Input RNASeq scale factor of group 2/1 instead of auto calculate. Not log value.

–export EXPORT

Export count table for differential analysis with other tools. Especially for replicated data.

–plotout PLOTOUT

Scatter plot output pdf file.

–figsize FIGSIZE

Scatter plot figure size. Default: 8,8.

-f FOLDCHANGE

Minimum fold change threshold. Default: 1.5.

–ipth IPTH

Input TIS p value threshold. Default: 0.05.

–iqth IQTH

Input TIS q value threshold. Default: 0.05.

–opth OPTH

Output TIS diff p value threshold. Default: 0.05.

–oqth OQTH

Output TIS diff q value threshold. Default: 0.05.

-p NUMPROC

Number of processes. Default: 1

-v/–verbose

Increase output verbosity.

Output files

OUTPUT

The output is a txt file all differential TIS results that fit the thresholds. Some of the columns are:

FoldChange:Fold change (2/1) value after normalization
DiffPvalue:Binomial differential test p-value, one tailed.
DiffQvalue:BH correction q-value of DiffPvalue
EXPORT

The export table is generated using `--export` option. It is also automatically generated when the input data has replicated samples. It is a txt file with raw TIS counts for each predicted TIS. The format of TIS id is ‘TransID_Start_GenomePos’

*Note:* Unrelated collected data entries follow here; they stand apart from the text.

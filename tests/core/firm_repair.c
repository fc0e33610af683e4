/* Tests of src/firm_repair.c: every answer must carry its proof, and agree with what is known. */
#include "matrices.h"

#include "../../src/firm_repair.h"

/* Firmness from 1/spread to spread, evenly in the logarithm, and `held` of the entries held. */
static double *random_firmness(uint64_t *state, size_t d, double spread, double held, pool *p)
{
    double *w = pool_take(p, d, d * sizeof *w);
    for (size_t i = 0; i < d; i++)
        for (size_t j = 0; j <= i; j++) {
            double firmness = pow(spread, 2 * random_uniform(state) - 1);
            w[i * d + j] = w[j * d + i] = random_uniform(state) < held ? INFINITY : firmness;
        }
    return w;
}

/* The proof that firm_repair.h promises, checked without regard to how it was found: S has no
 * negative eigenvalue, S (X - f I) = 0, and S = w (x - g) where nothing is held. Then for any Z
 * with the same entries held,
 *     objective(Z) - objective(X) >= 2 <S, Z - X> = 2 <S, Z - f I> >= 0. */
static void assert_proof(const double *g, const double *w, const double *x, const double *s,
                         size_t d, double floor, double trifle)
{
    pool p = { .last = NULL };
    double lowest, scale = 1;
    for (size_t i = 0; i < d * d; i++) scale = fmax(scale, fabs(s[i]));
    double most = trifle * scale * (double)d;
    assert_int_equal(lowest_eigenvalue(s, d, &lowest, &p), OK);
    if (lowest < -most) assert_within(lowest, 0, most);
    for (size_t i = 0; i < d; i++)
        for (size_t j = 0; j < d; j++) {
            double sum = -floor * s[i * d + j];
            for (size_t k = 0; k < d; k++) sum += s[i * d + k] * x[k * d + j];
            assert_within(sum, 0, most);
            if (i == j) continue;
            if (isinf(w[i * d + j])) assert_same(x[i * d + j], g[i * d + j]);
            else assert_within(s[i * d + j], w[i * d + j] * (x[i * d + j] - g[i * d + j]), most);
        }
    pool_empty(&p);
}

/* All entries equally firm: the published nearest matrices (see tests of repair.c). */
static void equal_firmness_is_the_nearest_matrix(void **unused)
{
    (void)unused;
    struct csv *t = csv_read("nearest_correlation.csv");
    size_t found = 0;
    for (size_t r = 0; r < t->rows; r++) {
        if (csv_number(t, r, "i") != 1 || csv_number(t, r, "j") != 1) continue;
        pool p = { .last = NULL };
        size_t d;
        double *given = matrix_of(t, csv_text(t, r, "matrix"), "given", &d, &p);
        double *want = matrix_of(t, csv_text(t, r, "matrix"), "nearest", &d, &p);
        double *x = pool_take(&p, d, d * sizeof *x), *w = pool_take(&p, d, d * sizeof *w);
        for (size_t i = 0; i < d * d; i++) w[i] = 0.25;
        assert_int_equal(nearest_firm(given, w, d, 0, x, NULL, NULL, NULL, &p), OK);
        for (size_t i = 0; i < d * d; i++)
            assert_within(x[i], want[i], csv_number(t, r, "tolerance"));
        found++;
        pool_empty(&p);
    }
    assert_true(found >= 13);
    csv_free(t);
}

/* Firm and held entries found by a general optimiser (tests/generators/firm_matrices.py). */
static void firm_and_held_as_a_general_optimiser_finds(void **unused)
{
    (void)unused;
    struct csv *t = csv_read("nearest_correlation_firm.csv");
    size_t cases = 0;
    for (size_t first = 0, d; first < t->rows; first += d * (d - 1) / 2, cases++) {
        pool p = { .last = NULL };
        d = 1;
        while (first + d - 1 < t->rows && csv_number(t, first + d - 1, "i") == 1 &&
               csv_number(t, first + d - 1, "j") == (double)d + 1)
            d++;
        double *given = pool_take_zeroed(&p, d, d * sizeof *given);
        double *w = pool_take_zeroed(&p, d, d * sizeof *w), *x = pool_take(&p, d, d * sizeof *x);
        for (size_t r = first; r < first + d * (d - 1) / 2; r++) {
            size_t i = (size_t)csv_number(t, r, "i") - 1, j = (size_t)csv_number(t, r, "j") - 1;
            given[i * d + j] = given[j * d + i] = csv_number(t, r, "given");
            w[i * d + j] = w[j * d + i] =
                csv_number(t, r, "held") == 1 ? INFINITY : csv_number(t, r, "firmness");
        }
        assert_int_equal(nearest_firm(given, w, d, 0, x, NULL, NULL, NULL, &p), OK);
        for (size_t r = first; r < first + d * (d - 1) / 2; r++) {
            size_t i = (size_t)csv_number(t, r, "i") - 1, j = (size_t)csv_number(t, r, "j") - 1;
            assert_within(x[i * d + j], csv_number(t, r, "nearest"),
                          csv_number(t, r, "tolerance"));
        }
        pool_empty(&p);
    }
    assert_int_equal(cases, 9);
    csv_free(t);
}

/* The leading block held: shrinking to a feasible matrix, as a numerical library's manual does, is
 * one way to meet the hold, so that its distance bounds the least one from above. */
static void a_held_block_is_nearer_than_by_shrinking(void **unused)
{
    (void)unused;
    struct csv *t = csv_read("nearest_correlation.csv");
    struct csv *bound = csv_read("nearest_correlation_fixed_block.csv");
    pool p = { .last = NULL };
    size_t d, held = (size_t)csv_number(bound, 0, "fixed_leading_block");
    double *given = matrix_of(t, "shrink5", "given", &d, &p), squares = 0;
    double *x = pool_take(&p, d, d * sizeof *x), *w = pool_take(&p, d, d * sizeof *w);
    for (size_t i = 0; i < d; i++)
        for (size_t j = 0; j < d; j++) w[i * d + j] = i < held && j < held ? INFINITY : 1;
    assert_int_equal(nearest_firm(given, w, d, 0, x, NULL, NULL, NULL, &p), OK);
    for (size_t i = 0; i < d * d; i++) squares += (x[i] - given[i]) * (x[i] - given[i]);
    assert_true(sqrt(squares) < csv_number(bound, 0, "frobenius_distance"));
    pool_empty(&p);
    csv_free(t);
    csv_free(bound);
}

/* Any firmness within the factor of a million that the help of REPAIR names, no holds: proved
 * without the solver's own S. */
static void random_firmness_carries_its_proof(void **unused)
{
    (void)unused;
    const double floors[] = { 0, 1e-8, 0.05, 0.5 }, spreads[] = { 1, 3, 10, 100, 1000 };
    uint64_t state = 2011;
    for (size_t round = 0; round < effort(60); round++) {
        pool p = { .last = NULL };
        size_t d = 2 + random_below(&state, 25);
        double floor = floors[random_below(&state, 4)];
        double *given = noisy_matrix(&state, d, 1 + random_below(&state, d), 0.5, &p);
        double *w = random_firmness(&state, d, spreads[random_below(&state, 5)], 0, &p);
        double *x = pool_take(&p, d, d * sizeof *x), *s = pool_take(&p, d, d * sizeof *s);
        assert_int_equal(nearest_firm(given, w, d, floor, x, s, NULL, NULL, &p), OK);
        assert_correlations(x, d, floor);
        assert_nearest(given, w, x, d, floor, 1e-9);
        assert_proof(given, w, x, s, d, floor, 1e-9);
        pool_empty(&p);
    }
}

/* Some entries held at values that can be met, because they come from a feasible matrix. */
static void entries_held_keep_their_bits(void **unused)
{
    (void)unused;
    const double floors[] = { 0, 1e-8, 0.05 };
    uint64_t state = 1981;
    for (size_t round = 0; round < effort(60); round++) {
        pool p = { .last = NULL };
        size_t d = 3 + random_below(&state, 20);
        double floor = floors[random_below(&state, 3)];
        double *given = noisy_matrix(&state, d, 3, 0.5, &p);
        double *x = pool_take(&p, d, d * sizeof *x), *s = pool_take(&p, d, d * sizeof *s);
        double *w = random_firmness(&state, d, 3, 0.2, &p);
        assert_int_equal(nearest_correlation(given, d, floor + 0.01, x, NULL, &p), OK);
        for (size_t i = 0; i < d * d; i++)
            if (isinf(w[i])) given[i] = x[i];
        assert_int_equal(nearest_firm(given, w, d, floor, x, s, NULL, NULL, &p), OK);
        assert_correlations(x, d, floor);
        assert_proof(given, w, x, s, d, floor, 1e-9);
        pool_empty(&p);
    }
}

/* Two correlations held and a third asked to be as high or as low as it can: the limits of Stanley
 * & Wang (1969) and Olkin (1981). */
static void the_third_correlation_goes_to_its_limit(void **unused)
{
    (void)unused;
    struct csv *t = csv_read("admissible_third_correlation.csv");
    pool p = { .last = NULL };
    size_t tried = 0;
    for (size_t r = 0; r < t->rows; r++) {
        double a = csv_number(t, r, "r_ab"), b = csv_number(t, r, "r_bc");
        double low = csv_number(t, r, "r_ac_low"), high = csv_number(t, r, "r_ac_high");
        const double w[] = { 1, INFINITY, 1, INFINITY, 1, INFINITY, 1, INFINITY, 1 };
        for (double wish = -1; wish <= 1; wish += 2) {
            double given[] = { 1, a, wish, a, 1, b, wish, b, 1 }, x[9], s[9];
            if (high - low < 1e-6) continue;      /* the holds leave no interior */
            assert_int_equal(nearest_firm(given, w, 3, 0, x, s, NULL, NULL, &p), OK);
            assert_within(x[2], wish < 0 ? low : high, 1e-10);
            assert_same(x[1], a);
            assert_same(x[5], b);
            tried++;
        }
    }
    assert_true(tried > 150);
    csv_free(t);
}

/* Holds that cannot stand together: the S that comes back proves it. */
static void clashing_holds_are_proved_to_clash(void **unused)
{
    (void)unused;
    uint64_t state = 77;
    for (size_t round = 0; round < effort(40); round++) {
        pool p = { .last = NULL };
        size_t d = 3 + random_below(&state, 10);
        double *g = noisy_matrix(&state, d, 3, 0.3, &p);
        double *w = random_firmness(&state, d, 10, 0.1, &p);
        double *x = pool_take(&p, d, d * sizeof *x), *s = pool_take(&p, d, d * sizeof *s);
        size_t line[] = { 0, d / 2, d - 1 };
        /* with 0.9 and 0.9 the third is at least 0.62 */
        const double clash[] = { 0.9, 0.9, -0.5 + 0.9 * random_uniform(&state) };
        for (size_t k = 0; k < 3; k++) {
            size_t a = line[k], b = line[(k + 1) % 3];
            w[a * d + b] = w[b * d + a] = INFINITY;
            g[a * d + b] = g[b * d + a] = clash[k];
        }
        bool clashes = false;
        double lowest, most = 0;
        assert_int_equal(nearest_firm(g, w, d, 0, x, s, &clashes, NULL, &p), OUT_OF_DOMAIN);
        assert_true(clashes);
        assert_int_equal(lowest_eigenvalue(s, d, &lowest, &p), OK);
        for (size_t i = 0; i < d * d; i++) {
            bool fixed = i % (d + 1) == 0 || isinf(w[i]);
            most += fixed ? s[i] * g[i] : fabs(s[i]);
        }
        double trace = 0;
        for (size_t i = 0; i < d; i++) trace += s[i * d + i];
        assert_true(lowest >= -1e-12 * trace);
        assert_true(most < 0);
        pool_empty(&p);
    }
}

/* Four lines in a ring, 0.9 three times and -0.9 once: no group of lines is held throughout, but
 * along three links of acos 0.9 = 25.8 degrees each nobody gets from a line to its opposite at 154
 * degrees. */
static void a_ring_of_holds_clashes(void **unused)
{
    (void)unused;
    pool p = { .last = NULL };
    const double hold = INFINITY;
    const double ring[] = { 1, 0.9, 0, -0.9, 0.9, 1, 0.9, 0, 0, 0.9, 1, 0.9, -0.9, 0, 0.9, 1 };
    const double w[] = { 1, hold, 1, hold, hold, 1, hold, 1, 1, hold, 1, hold, hold, 1, hold, 1 };
    double x[16], s[16], sum = 0;
    bool clash = false;
    assert_int_equal(nearest_firm(ring, w, 4, 0, x, s, &clash, NULL, &p), OUT_OF_DOMAIN);
    assert_true(clash);
    for (size_t i = 0; i < 16; i++)
        sum += isinf(w[i]) || i % 5 == 0 ? s[i] * ring[i] : fabs(s[i]);
    assert_true(sum < 0);
    assert_null(p.last);
}

/* A fine matrix stays, all entries held or not; nothing held beyond what is fine. */
static void special_cases(void **unused)
{
    (void)unused;
    pool p = { .last = NULL };
    double fine[] = { 1, 0.5, 0.5, 1 }, bad[] = { 1, 2, 2, 1 }, x[4], s[4];
    const double hold[] = { 1, INFINITY, INFINITY, 1 };
    course how = { 9, 9 };
    bool clash = true;
    assert_int_equal(nearest_firm(fine, hold, 2, 0, x, s, &clash, &how, &p), OK);
    for (size_t i = 0; i < 4; i++) assert_same(x[i], fine[i]);
    for (size_t i = 0; i < 4; i++) assert_same(s[i], 0);
    assert_false(clash);
    assert_int_equal(how.decompositions, 0);
    assert_int_equal(nearest_firm(fine, hold, 2, 0.6, x, NULL, &clash, NULL, &p), OUT_OF_DOMAIN);
    assert_true(clash);
    assert_int_equal(nearest_firm(bad, hold, 2, 0, x, NULL, &clash, NULL, &p), OUT_OF_DOMAIN);
    assert_true(clash);
    assert_null(p.last);
}

static void what_makes_no_sense_is_refused(void **unused)
{
    (void)unused;
    pool p = { .last = NULL };
    double m[] = { 1, 2, 2, 1 }, w[] = { 1, 1, 1, 1 }, x[4], nan[] = { 1, NAN, NAN, 1 };
    bool clash = true;
    assert_int_equal(nearest_firm(m, w, 2, 1, x, NULL, &clash, NULL, &p), OUT_OF_DOMAIN);
    assert_false(clash);
    assert_int_equal(nearest_firm(m, w, 0, 0, x, NULL, NULL, NULL, &p), OUT_OF_DOMAIN);
    assert_int_equal(nearest_firm(nan, w, 2, 0, x, NULL, NULL, NULL, &p), NOT_SETTLED);
    const double wrong[] = { 0, -1, NAN };
    for (size_t k = 0; k < 3; k++) {
        w[1] = w[2] = wrong[k];
        assert_int_equal(nearest_firm(m, w, 2, 0, x, NULL, NULL, NULL, &p), OUT_OF_DOMAIN);
    }
    assert_null(p.last);
}

static void every_allocation_can_fail(void **unused)
{
    (void)unused;
    const double chain[] = { 1, 0.9, 0, 0.9, 1, 0.9, 0, 0.9, 1 };
    const double w[] = { 1, 2, 3, 2, 1, 4, 3, 4, 1 };
    size_t failures = 0;
    status s = NO_MEMORY;
    for (size_t fail = 1; s == NO_MEMORY; fail++) {
        pool p = { .fail_at = fail };
        double x[9];
        s = nearest_firm(chain, w, 3, 0, x, NULL, NULL, NULL, &p);
        failures += s == NO_MEMORY;
        assert_null(p.last);
    }
    assert_int_equal(s, OK);
    assert_in_range(failures, 20, 40);
}

int main(void)
{
    const struct CMUnitTest tests[] = {
        cmocka_unit_test(equal_firmness_is_the_nearest_matrix),
        cmocka_unit_test(firm_and_held_as_a_general_optimiser_finds),
        cmocka_unit_test(a_held_block_is_nearer_than_by_shrinking),
        cmocka_unit_test(random_firmness_carries_its_proof),
        cmocka_unit_test(entries_held_keep_their_bits),
        cmocka_unit_test(the_third_correlation_goes_to_its_limit),
        cmocka_unit_test(clashing_holds_are_proved_to_clash),
        cmocka_unit_test(a_ring_of_holds_clashes),
        cmocka_unit_test(special_cases),
        cmocka_unit_test(what_makes_no_sense_is_refused),
        cmocka_unit_test(every_allocation_can_fail),
    };
    return cmocka_run_group_tests(tests, NULL, NULL);
}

For replicated data, Ribo-TISH provided R scripts to call differential TISs using edgeR or DESeq2.

Example for edgeR:

Rscript path_to_scripts/tisdiff_edgeR.r tisdiff_export.txt 3 4 tisdiff_edgeR_output.txt

For DESeq2:

Rscript path_to_scripts/tisdiff_DESeq2.r tisdiff_export.txt 3 4 tisdiff_DESeq2_output.txt

3 and 4 are number of replicates in each condition.

If `--rnaseq` is provided, the RNASeq counts of genes/transcripts for the TISs are also provided in the export table. However, the analysis for RNASeq referenced differential TIS efficiency analysis with replicate data is currently unavailable.